Hsieh Pin-Pen, Olsen Randy J, O'Malley Dennis P, Konoplev Sergej N, Hussong Jerry W, Dunphy Cherie H, Perkins Sherrie L, Cheng Liang, Lin Pei, Chang Chung-Che
Department of Pathology and Laboratory Medicine, The Methodist Hospital and the Methodist Hospital Research Institute, Houston, TX 77030, USA.
Mod Pathol. 2007 Sep;20(9):929-35. doi: 10.1038/modpathol.3800826. Epub 2007 Jul 20.
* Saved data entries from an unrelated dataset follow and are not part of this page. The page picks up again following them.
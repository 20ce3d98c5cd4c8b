/**
 * Hostile uploads through the real route handlers: workbooks that unpack to hundreds of MB or
 * hold millions of rows, overlong cells, too many columns, and uploads that stream on past their
 * limit without a Content-Length. Each is refused with its code and message, nothing is written,
 * no temporary file is left behind, and the server stops reading at the limit. Good files still
 * preview and import. Data is invented. How fast a bomb is refused, and the memory it costs, are
 * measured by bench/uploads.ts and bench/abuse.ts, not asserted here: a wall-clock bound fails on a
 * busy machine without saying anything about the code.
 */
import fs from "node:fs";
import os from "node:os";
import path from "node:path";
import ExcelJS from "exceljs";
import { eq } from "drizzle-orm";
import { afterAll, beforeAll, describe, expect, it } from "vitest";
import { getDb } from "@/db/client";
import { seedDemo } from "@/db/seed/demo";
import { files, rooms, sites, storageUnits, substances, users, type Role } from "@/db/schema";
import * as locationImportRoute from "@/app/api/v1/imports/locations/route";
import * as locationPreviewRoute from "@/app/api/v1/imports/locations/preview/route";
import * as substanceSdsRoute from "@/app/api/v1/substances/[id]/sds/route";
import { importUploadDir } from "@/lib/imports/service";
import { IMPORT_LIMITS, MULTIPART_OVERHEAD_BYTES, SDS_LIMITS, XLSX_LIMITS } from "@/lib/limits";
import { writeXlsxManyRows, writeXlsxZipBomb } from "../../fixtures/hostile-files";
import { sessionCookieFor } from "../helpers/world";

type Handler = (request: Request, context: { params: Promise<Record<string, string>> }) => Promise<Response>;

const MiB = 1024 * 1024;
const fixtures = fs.mkdtempSync(path.join(os.tmpdir(), "headroom-hostile-"));
const uploadRoot = fs.mkdtempSync(path.join(os.tmpdir(), "headroom-uploads-"));
process.env.UPLOAD_DIR = uploadRoot;

const cookies = {} as Record<Role, string>;
let acetoneId: number;

beforeAll(async () => {
  await seedDemo(getDb(), { bcryptCost: 4 });
  for (const role of ["facilities", "safety_officer"] as Role[]) {
    cookies[role] = await sessionCookieFor(getDb().select().from(users).where(eq(users.role, role)).get()!);
  }
  acetoneId = getDb().select().from(substances).where(eq(substances.cas, "67-64-1")).get()!.id;
  await writeXlsxZipBomb(path.join(fixtures, "bomb.xlsx"), { cellBytes: 300 * MiB });
  await writeXlsxZipBomb(path.join(fixtures, "bomb-inline-understated.xlsx"), { cellBytes: 300 * MiB, place: "inline", declaredUncompressedBytes: 1000 });
  await writeXlsxZipBomb(path.join(fixtures, "strings-understated.xlsx"), { cellBytes: 30_000, cells: 3000, declaredUncompressedBytes: 1000 });
  await writeXlsxManyRows(path.join(fixtures, "rows.xlsx"), { rows: 3_000_000 });
});

afterAll(() => {
  fs.rmSync(fixtures, { recursive: true, force: true });
  fs.rmSync(uploadRoot, { recursive: true, force: true });
});
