import { NextResponse } from "next/server";
import { planStorage, storagePlanSchema } from "@/lib/assessment/storage-plan";
import { route } from "@/lib/http/route";
import { limit } from "@/lib/rate-limit";

/**
 * The storage planner: where this could be stored instead, best first. Query:
 * `substanceId` or `mixtureId` (exactly one), `amount` (> 0) and `amountUnit` (mL, L, g, kg);
 * optional `siteId` (only units at that site), `roomId` (the room to be near), `containerId` (plans
 * moving that stored container: its own unit is left out, and its room is the one to be near
 * unless `roomId` is given; researchers: their own containers only, else 403) and `limit` (1–50,
 * 20 by default). Who may log containers may ask (else 403); an unknown substance, mixture, site,
 * room or container answers 404.
 *
 * Answer: `{ data: [{ storageUnitId, code, name, unitKind, roomId, roomCode, roomName, siteId,
 * siteName, verdict, worstSeverity, maxRatio, timeToDanger, raised, nearness, reason }] }`, the
 * live units whose internal volume can hold what they hold plus this amount, ranked: the verdict
 * from the unit's point of view (`no_findings`, then `already_flagged`, then `raises`), then the
 * lowest worst severity, then the longest time to danger (`{ minutes, threshold, tempC }` or null:
 * none after a failure, ranking best), then nearness (`same_room`, `same_site`, `other_site`).
 * When no unit can hold the amount, `data` is empty and `message` says so.
 */
export const GET = route({ action: "containers.write", schema: storagePlanSchema }, async ({ user, input }) => {
  await limit("whatIfUser", user.id);
  const plan = planStorage(input, user);
  return NextResponse.json({ data: plan.items, ...(plan.message ? { message: plan.message } : {}) });
});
Extramedullary hematopoiesis (EMH) in the spleen is a characteristic feature of the chronic myeloproliferative disorders (CMPDs) and various other neoplastic or reactive myeloid conditions. However, the origin of these hematopoietic precursor cells and the molecular mechanisms underlying their development in the spleen is uncertain. The V617F mutation in the Janus Kinase 2 gene (JAK2(V617F)) was recently shown to be frequently and preferentially present in the peripheral blood and bone marrow cells of CMPD patients, and the resulting dysregulation of its downstream targets is important to CMPD pathogenesis. To determine the occurrence and potential role of JAK2(V617F) in splenic EMH cells, we studied splenectomy specimens from 47 patients with significant EMH. JAK2(V617F) was detected by real-time PCR melting curve analysis in 22 specimens, including 11/17 chronic idiopathic myelofibrosis, 7/7 polycythemia vera, 1/1 essential thrombocythemia, 1/3 CMPD unclassifiable, 1/5 chronic myelomonocytic leukemia, 0/5 chronic myelogenous leukemia, 1/3 myelodysplastic syndrome and 0/6 acute myeloblastic leukemia cases, whereas only the JAK2 wild-type allele was detected in the other 25. Nineteen of 20 cases with adequate bone marrow samples available for molecular examination demonstrated concordant JAK2 genotypes. Laser-capture microdissection was then used to enrich the EMH and non-EMH splenic cell fractions, confirming that the mutant alleles specifically originated from the EMH cells. Furthermore, megakaryocytes in the JAK2(V617F)-positive splenectomy specimens expressed higher levels of Bcl-xL, an antiapoptotic protein and downstream target of the JAK2/STAT5 pathway. Thus, JAK2(V617F) is frequently present in splenic EMH cells associated with CMPD, but it is rarely identified in splenic EMH cells associated with other myeloid disorders. Our results indicate that the precursor cells leading to extramedullary hematopoietic expansion in CMPD most likely originate from the transformed bone marrow clone. Also, dysregulation of downstream pathways such as Bcl-xL may be important to CMPD disease pathogenesis in the spleen.
脾脏中的髓外造血(EMH)是慢性骨髓增殖性疾病(CMPD)以及其他各种肿瘤性或反应性髓系疾病的一个特征性表现。然而,这些造血前体细胞的起源及其在脾脏中发育的分子机制尚不清楚。最近研究表明,Janus激酶2基因(JAK2(V617F))中的V617F突变频繁且优先存在于CMPD患者的外周血和骨髓细胞中,其下游靶点的失调对CMPD发病机制至关重要。为了确定JAK2(V617F)在脾脏EMH细胞中的发生情况及其潜在作用,我们研究了47例有显著EMH的患者的脾切除标本。通过实时PCR熔解曲线分析在22个标本中检测到JAK2(V617F),其中包括11/17例慢性特发性骨髓纤维化、7/7例真性红细胞增多症、1/1例原发性血小板增多症、1/3例无法分类的CMPD、1/5例慢性粒单核细胞白血病、0/5例慢性粒细胞白血病、1/3例骨髓增生异常综合征和0/6例急性髓细胞白血病病例,而在其他25个标本中仅检测到JAK2野生型等位基因。在20例有足够骨髓样本可进行分子检测的病例中,有19例显示JAK2基因型一致。然后使用激光捕获显微切割技术富集脾脏EMH和非EMH细胞组分,证实突变等位基因特异性起源于EMH细胞。此外,JAK2(V617F)阳性脾切除标本中的巨核细胞表达更高水平的Bcl-xL,Bcl-xL是一种抗凋亡蛋白,也是JAK2/STAT5途径的下游靶点。因此,JAK2(V617F)频繁存在于与CMPD相关的脾脏EMH细胞中,但在与其他髓系疾病相关的脾脏EMH细胞中很少发现。我们的结果表明,导致CMPD中髓外造血扩张的前体细胞很可能起源于转化的骨髓克隆。此外,诸如Bcl-xL等下游途径的失调可能对脾脏中CMPD疾病的发病机制很重要。